- Born: Ewa Joanna Bulska August 2, 1953 (age 73) Warsaw, Poland
- Education: University of Warsaw
- Spouse: Tadeusz Bulski
- Website: beta.chem.uw.edu.pl/people/EBulska/kariera.html

= Ewa Bulska =

Polish chemist and professor

Ewa Joanna Bulska (born August 2, 1953) is a Polish chemist, and Professor of Chemical Sciences at the University of Warsaw, who specializes in analytical chemistry, atomic and mass spectrometry with over 237 scholarly publications.

== Biography ==
At the University of Warsaw, Bulska completed her master's degree in 1977, and her PhD in 1986 at the Faculty of Chemistry, obtained her habilitation in chemical sciences and spectrometry in 1996, which was based on her scientific dissertation titled "Utilization of microwave plasma in coupled systems for inorganic trace analysis", and was promoted to Professorship of Chemical Sciences in 2004. She worked at the Faculty of Chemistry at the University of Warsaw, and at the Higher School of Ecology and Management in Warsaw.

Bulska was a fellow of the Max Planck Society, and held a post-doctoral fellowship at the Max Planck Institute in Dortmund, Germany; she was also a fellow of the Alexander von Humboldt Foundation, completing an internship at the Technical University of Darmstadt, Germany.

She was also a visiting professor at several universities in China, Japan, Germany, Slovenia, Sweden and the USA.

She was the first chairperson of the Polish Council of Metrology, operating at the President of the Central Office of Measures, which was established as a result of the amendment to the Act on Measures, signed by the President of the Republic of Poland on 6 May 2017.

She is the acting director of the Biological and Chemical Research Center at the University of Warsaw, a member of the Committee of Analytical Chemistry of the Polish Academy of Sciences (PAN), and also Chairwoman of the Spectral Analysis Team at the Committee of Analytical Chemistry of the Polish Academy of Sciences and a member of the Consultative Council of the Central Office of Measures. She is also a member of the Scientific Council of the Institute of Physical Chemistry of the Polish Academy of Sciences. Since 2022, he has been a member of the advisory team for the “Polish Metrology” program at the Ministry of Education and Science.

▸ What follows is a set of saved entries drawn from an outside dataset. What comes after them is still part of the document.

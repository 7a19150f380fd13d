package main

import (
	"context"
	"image/png"
	"math"
	"os"
	"reflect"
	"strings"
	"sync"
	"testing"
	"time"

	"fyne.io/fyne/v2"
	"fyne.io/fyne/v2/test"

	"kinetarium/app/run"
	"kinetarium/app/sliders"
	"kinetarium/network"
)

// tuneDecayModel is A -> B with mass-action rate k·A.
func tuneDecayModel() *network.Model {
	return &network.Model{
		Title:        "decay",
		Compartments: []network.Compartment{{Name: "cell", Volume: 1}},
		Species:      []network.Species{{Name: "A", Initial: 2, Compartment: "cell"}, {Name: "B", Compartment: "cell"}},
		Parameters:   []network.Parameter{{Name: "k", Value: 0.7, Unit: "1/s"}},
		Reactions: []network.Reaction{{Name: "r", Equation: "A -> B",
			Rate: network.NewRate(network.MassAction, "k", network.Named("k"))}},
		Simulation: network.Simulation{TEnd: 5, Output: network.Output{Points: 51}, RTol: 1e-8, ATol: 1e-12},
	}
}

// checkTunedDecay compares o with the closed form of first-order decay,
// A(t) = A0·exp(−k t) (closed form, common practice).
func checkTunedDecay(t *testing.T, o *run.Outcome, k, a0 float64) {
	t.Helper()
	if o == nil || len(o.T) != 51 {
		t.Fatalf("outcome %v has the wrong number of times", o)
	}
	for i, tt := range o.T {
		want := a0 * math.Exp(-k*tt)
		if got := o.Y[i][0]; math.Abs(got-want) > 1e-6*a0 {
			t.Fatalf("A(%g) = %.10g, want %.10g (k = %g)", tt, got, want, k)
		}
	}
}

// openTuneWindow opens a window on m, simulates it and opens the sliders,
// which start with the model's parameters.
func openTuneWindow(t *testing.T, m *network.Model) *mainWindow {
	t.Helper()
	a := test.NewTempApp(t)
	a.Settings().SetTheme(newTheme())
	w := newMainWindow(a, true)
	t.Cleanup(func() {
		// Stop runs and pending re-runs: they would touch this window's
		// widgets during the next test.
		onUI(w.ctrl.Cancel)
		waitFor(t, "the runs to stop", func() bool { return !w.ctrl.Running() })
		onUI(func() {})
		w.tune.runner.Close()
		w.win.Close()
	})
	w.ctrl.Deliver = onUI
	w.tune.runner.Deliver = onUI
	w.win.Resize(fyne.NewSize(1280, 800))
	onUI(func() {
		w.setModel(m, "")
		w.simulate()
	})
	waitFor(t, "the first run", func() bool { return w.current != nil && !w.ctrl.Running() })
	onUI(func() { w.tune.setOpen(true) })
	return w
}

// knobIndex returns the index of the knob with the label, failing the test
// when there is none.
func knobIndex(t *testing.T, p *tunePanel, label string) int {
	t.Helper()
	for i, k := range p.knobs {
		if k.Label() == label {
			return i
		}
	}
	t.Fatalf("no slider for %s", label)
	return -1
}

// Moving the slider of k re-simulates: the figure shows a new outcome
// that matches the closed form for the slider's value of k, without any
// change to the model.
func TestTuneSliderResimulates(t *testing.T) {
	w := openTuneWindow(t, tuneDecayModel())
	var first *run.Outcome
	var k float64
	onUI(func() {
		first = w.current
		p := w.tune
		i := knobIndex(t, p, "k")
		if got := p.knobs[i]; math.Abs(got.Min-0.07) > 1e-15 || got.Max != 7 || !got.Log() {
			t.Errorf("k's slider runs from %g to %g (log %v), want 0.07 to 7 on a log scale", got.Min, got.Max, got.Log())
		}
		p.rows[i].slider.SetValue(800)
		k = p.knobs[i].Value
	})
	// 0.07·100^0.8 (log scale).
	if want := 0.7 / 10 * math.Pow(100, 0.8); math.Abs(k-want) > 1e-12*want {
		t.Fatalf("slider at 0.8 gives k = %g, want %g", k, want)
	}
	waitFor(t, "the re-run after moving the slider", func() bool { return w.current != first })
	onUI(func() {
		checkTunedDecay(t, w.current, k, 2)
		if w.plot.outcome != w.current {
			t.Error("the figure does not show the new outcome")
		}
		if got := w.doc.Model().Parameters[0].Value; got != 0.7 {
			t.Errorf("moving a slider changed the model's k to %g", got)
		}
		if w.doc.Dirty() {
			t.Error("moving a slider marked the model unsaved")
		}
	})

	// A dragged slider does the same.
	onUI(func() {
		i := knobIndex(t, w.tune, "k")
		first = w.current
		s := w.tune.rows[i].slider
		s.Dragged(&fyne.DragEvent{PointEvent: fyne.PointEvent{Position: fyne.NewPos(s.Size().Width*0.1, s.Size().Height/2)}})
		s.DragEnd()
		k = w.tune.knobs[i].Value
	})
	if !(k < 0.7) {
		t.Fatalf("dragging to the left end gave k = %g", k)
	}
	waitFor(t, "the re-run after dragging", func() bool { return w.current != first })
	onUI(func() { checkTunedDecay(t, w.current, k, 2) })
}

// Typing a value outside the range widens it.
func TestTuneTypedValueWidensRange(t *testing.T) {
	w := openTuneWindow(t, tuneDecayModel())
	var first *run.Outcome
	onUI(func() {
		first = w.current
		i := knobIndex(t, w.tune, "k")
		w.tune.rows[i].value.SetText("50")
		w.tune.rows[i].value.OnSubmitted("50")
		if k := w.tune.knobs[i]; k.Value != 50 || k.Max != 50 || math.Abs(k.Min-0.07) > 1e-15 {
			t.Errorf("after typing 50: value %g, range %g to %g", k.Value, k.Min, k.Max)
		}
		if got := w.tune.rows[i].slider.Value; got != sliderSteps {
			t.Errorf("slider at %g, want the upper end %d", got, sliderSteps)
		}
		w.tune.rows[i].value.OnSubmitted("fast")
		if w.tune.knobs[i].Value != 50 || w.tune.info.Text == "" {
			t.Errorf("a word typed as a value: value %g, message %q", w.tune.knobs[i].Value, w.tune.info.Text)
		}
	})
	waitFor(t, "the re-run after typing", func() bool { return w.current != first })
	onUI(func() { checkTunedDecay(t, w.current, 50, 2) })
}

// With a slow solve and several slider moves while it runs, only the
// newest value's result is shown; the values in between are never solved
// and the first one's result is dropped.
func TestTuneDropsStaleResults(t *testing.T) {
	w := openTuneWindow(t, tuneDecayModel())
	release := make(chan struct{})
	started := make(chan float64, 16)
	var mu sync.Mutex
	var shown []float64
	var sess *sliders.Session
	calls := 0 // used by the runner's goroutine only
	w.tune.runner.Solve = func(ctx context.Context, req sliders.Request) (*run.Outcome, error) {
		v := req.Knobs[0].Value
		started <- v
		calls++
		if calls == 1 {
			select {
			case <-release: // a slow solve
			case <-ctx.Done():
				<-release
			}
		}
		if sess == nil || sess.Model() != req.Model {
			var err error
			if sess, err = sliders.NewSession(req.Model); err != nil {
				return nil, err
			}
		}
		if err := sess.Set(req.Knobs); err != nil {
			return nil, err
		}
		return sess.Run(context.Background())
	}
	result := w.tune.result
	w.tune.runner.OnResult = func(gen int, req sliders.Request, o *run.Outcome, err error) {
		mu.Lock()
		shown = append(shown, req.Knobs[0].Value)
		mu.Unlock()
		result(gen, req, o, err)
	}
	var values []float64
	move := func(pos float64) {
		onUI(func() {
			i := knobIndex(t, w.tune, "k")
			w.tune.rows[i].slider.SetValue(pos)
			values = append(values, w.tune.knobs[i].Value)
		})
	}
	move(100)
	first := <-started
	for _, pos := range []float64{300, 500, 700, 900} {
		move(pos)
	}
	close(release)
	newest := values[len(values)-1]
	waitFor(t, "the newest value's result", func() bool {
		mu.Lock()
		defer mu.Unlock()
		return len(shown) > 0
	})
	if first != values[0] {
		t.Errorf("first solve of %g, want %g", first, values[0])
	}
	if second := <-started; second != newest {
		t.Errorf("second solve of %g, want the newest value %g", second, newest)
	}
	onUI(func() {
		mu.Lock()
		defer mu.Unlock()
		if len(shown) != 1 || shown[0] != newest {
			t.Errorf("results shown for k = %v, want only the newest %g (moves: %v)", shown, newest, values)
		}
		if len(started) != 0 {
			t.Errorf("%d more solves started", len(started))
		}
		checkTunedDecay(t, w.current, newest, 2)
	})
}

// Writing the sliders' values into the model is one undoable edit, after
// which Undo restores the earlier values exactly; Reset puts the sliders
// back at the model's values.
func TestTuneWriteBackAndReset(t *testing.T) {
	m := tuneDecayModel()
	w := openTuneWindow(t, m)
	var before *network.Model
	var k, a0 float64
	var tuned *run.Outcome
	onUI(func() {
		p := w.tune
		p.addChosen("A (initial concentration)")
		p.addChosen("cell (volume)")
		if len(p.knobs) != 3 {
			t.Fatalf("sliders: %v", p.knobs)
		}
		before = w.doc.Snapshot()
		if _, ok := w.doc.CanUndo(); ok {
			t.Fatal("a fresh document can undo")
		}
		p.rows[knobIndex(t, p, "k")].slider.SetValue(620)
		p.rows[knobIndex(t, p, "A initial")].slider.SetValue(250)
		k, a0 = p.knobs[knobIndex(t, p, "k")].Value, p.knobs[knobIndex(t, p, "A initial")].Value
	})
	waitFor(t, "the tuned run", func() bool { return w.current != nil && w.current.Y[0][0] == a0 })
	onUI(func() {
		checkTunedDecay(t, w.current, k, a0)
		tuned = w.current
		test.Tap(w.tune.write)
		got := w.doc.Model()
		if got.Parameters[0].Value != k || got.Species[0].Initial != a0 || got.Compartments[0].Volume != 1 {
			t.Errorf("model after writing: k %g, A %g, volume %g; want %g, %g, 1", got.Parameters[0].Value, got.Species[0].Initial, got.Compartments[0].Volume, k, a0)
		}
		desc, ok := w.doc.CanUndo()
		if !ok || desc != "set 2 values from sliders" {
			t.Errorf("undo step %q, %v", desc, ok)
		}
		if w.tune.differs() {
			t.Error("the sliders differ from the model just written")
		}
		// Pin the tuned run; it is drawn beneath what follows.
		test.Tap(w.tune.pin)
		if w.tune.reference() != tuned || w.plot.view.Previous != tuned {
			t.Error("the pinned run is not the overlay")
		}
		if w.tune.pin.Text != "Unpin reference" {
			t.Errorf("pin button reads %q", w.tune.pin.Text)
		}

		if !w.doc.Undo() {
			t.Fatal("nothing to undo")
		}
		if _, ok := w.doc.CanUndo(); ok {
			t.Error("writing the values took more than one undo step")
		}
		if !reflect.DeepEqual(w.doc.Model(), before) {
			t.Errorf("undo did not restore the model exactly:\n got %+v\nwant %+v", w.doc.Model(), before)
		}
		if i := knobIndex(t, w.tune, "k"); w.tune.knobs[i].Value != 0.7 || w.tune.knobs[i].Model != 0.7 {
			t.Errorf("after undo k's slider is at %g (model %g), want 0.7", w.tune.knobs[i].Value, w.tune.knobs[i].Model)
		}

		// Move again, then reset.
		w.tune.rows[knobIndex(t, w.tune, "k")].slider.SetValue(100)
		test.Tap(w.tune.reset)
		for _, kn := range w.tune.knobs {
			if kn.Value != kn.Model {
				t.Errorf("after reset %s is %g, model %g", kn.Label(), kn.Value, kn.Model)
			}
		}
		if got := w.tune.rows[knobIndex(t, w.tune, "k")].slider.Value; got != 500 {
			t.Errorf("k's slider at %g after reset, want the middle, 500", got)
		}
	})
	// The reset run (and the re-run after undo) show the model's values.
	waitFor(t, "the run at the model's values", func() bool {
		return w.current != nil && w.current != tuned && w.current.Y[0][0] == 2 && !w.tune.tuned && !w.ctrl.Running()
	})
	onUI(func() { checkTunedDecay(t, w.current, 0.7, 2) })
}

// TestTuneScreenshot saves a picture of the window with sliders open on
// the default example to the file named by $TUNE_SHOT, drawn by Fyne's
// software painter. It is skipped when TUNE_SHOT is not set.
func TestTuneScreenshot(t *testing.T) {
	path := os.Getenv("TUNE_SHOT")
	if path == "" {
		t.Skip("set TUNE_SHOT=file.png to save a picture")
	}
	a := test.NewTempApp(t)
	a.Settings().SetTheme(newTheme())
	w := newMainWindow(a, true)
	defer w.win.Close()
	defer w.tune.runner.Close()
	w.ctrl.Deliver = onUI
	w.tune.runner.Deliver = onUI
	w.win.Resize(fyne.NewSize(1280, 800))
	onUI(func() {
		if err := w.openStart(""); err != nil {
			t.Fatal(err)
		}
	})
	waitFor(t, "the first run", func() bool { return w.current != nil && !w.ctrl.Running() })
	var first *run.Outcome
	onUI(func() {
		w.tune.setOpen(true)
		w.tune.addChosen("I (initial concentration)")
		test.Tap(w.tune.pin)
		first = w.current
		w.tune.rows[knobIndex(t, w.tune, "kcat")].slider.SetValue(260)
	})
	waitFor(t, "the tuned run", func() bool { return w.current != first })
	var err error
	onUI(func() {
		img := w.win.Canvas().Capture()
		f, e := os.Create(path)
		if e != nil {
			err = e
			return
		}
		defer f.Close()
		err = png.Encode(f, img)
	})
	if err != nil {
		t.Fatal(err)
	}
}

// A slider solve still running when the model is edited belongs to the old
// model: its result must not replace the figure.
func TestTuneDropsResultOfEditedModel(t *testing.T) {
	w := openTuneWindow(t, tuneDecayModel())
	release := make(chan struct{})
	started := make(chan struct{}, 1)
	var stale *run.Outcome // written by the runner's goroutine before delivery
	w.tune.runner.Solve = func(ctx context.Context, req sliders.Request) (*run.Outcome, error) {
		started <- struct{}{}
		<-release
		s, err := sliders.NewSession(req.Model)
		if err != nil {
			return nil, err
		}
		if err := s.Set(req.Knobs); err != nil {
			return nil, err
		}
		o, err := s.Run(context.Background())
		stale = o
		return o, err
	}
	var before *run.Outcome
	onUI(func() {
		w.autoRerun = false // only the slider's solve delivers
		before = w.current
		w.tune.rows[knobIndex(t, w.tune, "k")].slider.SetValue(900)
	})
	<-started
	onUI(func() {
		if !w.doc.Apply("set A's initial value", func(m *network.Model) { m.Species[0].Initial = 5 }) {
			t.Fatal("the edit did nothing")
		}
	})
	close(release)
	waitFor(t, "the slider's result", func() bool { _, shown := w.tune.runner.Counts(); return shown == 1 })
	onUI(func() {
		if stale == nil || w.current == stale {
			t.Error("the figure shows a slider run of the model as it was before the edit")
		}
		if w.current != before {
			t.Error("the figure changed without a run of the edited model")
		}
	})
}

// Saving is not an edit: a slider moved away from the model keeps its
// value, the figure keeps the tuned run (no re-run), and the status line
// says the model was saved.
func TestSaveKeepsSliderValues(t *testing.T) {
	w := openTuneWindow(t, tuneDecayModel())
	var k float64
	var tuned *run.Outcome
	onUI(func() {
		p := w.tune
		p.rows[knobIndex(t, p, "k")].slider.SetValue(800)
		k = p.knobs[knobIndex(t, p, "k")].Value
	})
	waitFor(t, "the tuned run", func() bool { return w.tune.tuned && !w.ctrl.Running() })
	path := t.TempDir() + "/decay.json"
	onUI(func() {
		tuned = w.current
		w.saveTo(path)
	})
	// Give a re-run, if saving started one, time to start and arrive:
	// longer than the controller's default pause before re-running.
	time.Sleep(600 * time.Millisecond)
	waitFor(t, "runs to settle", func() bool { return !w.ctrl.Running() })
	onUI(func() {
		p := w.tune
		if got := p.knobs[knobIndex(t, p, "k")].Value; got != k {
			t.Errorf("after saving k's slider is at %g, want %g as moved", got, k)
		}
		if w.current != tuned {
			t.Error("saving re-ran the model")
		}
		if !strings.HasPrefix(w.status.Text, "Saved ") {
			t.Errorf("status line %q, want the saved confirmation", w.status.Text)
		}
		if w.doc.Dirty() {
			t.Error("the saved document is marked unsaved")
		}
		if !strings.HasPrefix(w.win.Title(), "decay.json") {
			t.Errorf("window title %q, want the file's name without the unsaved mark", w.win.Title())
		}
		if got := w.doc.Model().Parameters[0].Value; got != 0.7 {
			t.Errorf("saving wrote the slider value %g into the model", got)
		}
	})
}

// Each slider names the unit of its value: a parameter's own, the
// concentration unit for an initial value, the compartment's for a volume.
func TestTuneRowsNameUnits(t *testing.T) {
	w := openTuneWindow(t, exampleModel(t, "twice-daily-oral-dose.json"))
	onUI(func() {
		p := w.tune
		p.addChosen("dose (parameter)")
		p.addChosen("D_gut (initial concentration)")
		p.addChosen("plasma (volume)")
		want := map[string]string{"dose": "mg", "D_gut initial": "mg/L", "plasma volume": "L"}
		for label, unit := range want {
			if got := p.rows[knobIndex(t, p, label)].unit.Text; got != unit {
				t.Errorf("the %s slider names the unit %q, want %q", label, got, unit)
			}
		}
	})
}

She is the National Delegate representing Poland in Eurachem.

== Honors ==
In 2004, Bulska was awarded the "Bunsen-Kirchhoff Award for Analytical Spectroscopy" for her work in the field of furnace atomic absorption spectrometry with special mention of the use of matrix modifiers as well as for the analysis of biological materials and for studies on the conservation of art objects. In 2012 she was awarded the Wiktor Kemula Medal. In 2015 the International Union of Pure and Applied Chemistry awarded her with IUPAC 2015 Distinguished Women in Chemistry or Chemical Engineering Award, presented at the IUPAC Congress in Busan, Korea. In 2008 she received the Gold Medal for Long Service. In 2015, she received the Gold Cross of Merit and in 2019 she was awarded the Polish state order for extraordinary and distinguished service Order of Polonia Restituta Fifth Class, the Knight's Cross. In 2022 she received an award for outstanding achievements in spectroscopy and contributions to the international spectroanalytical society from the Federal University of Pelotas in Brazil. In 2024, the Czech Spectroscopic Society and the Slovak Spectroscopic Society awarded her the Ioannes Marcus Marci Medal for outstanding achievements in trace and speciation analysis using atomic spectroscopy methods.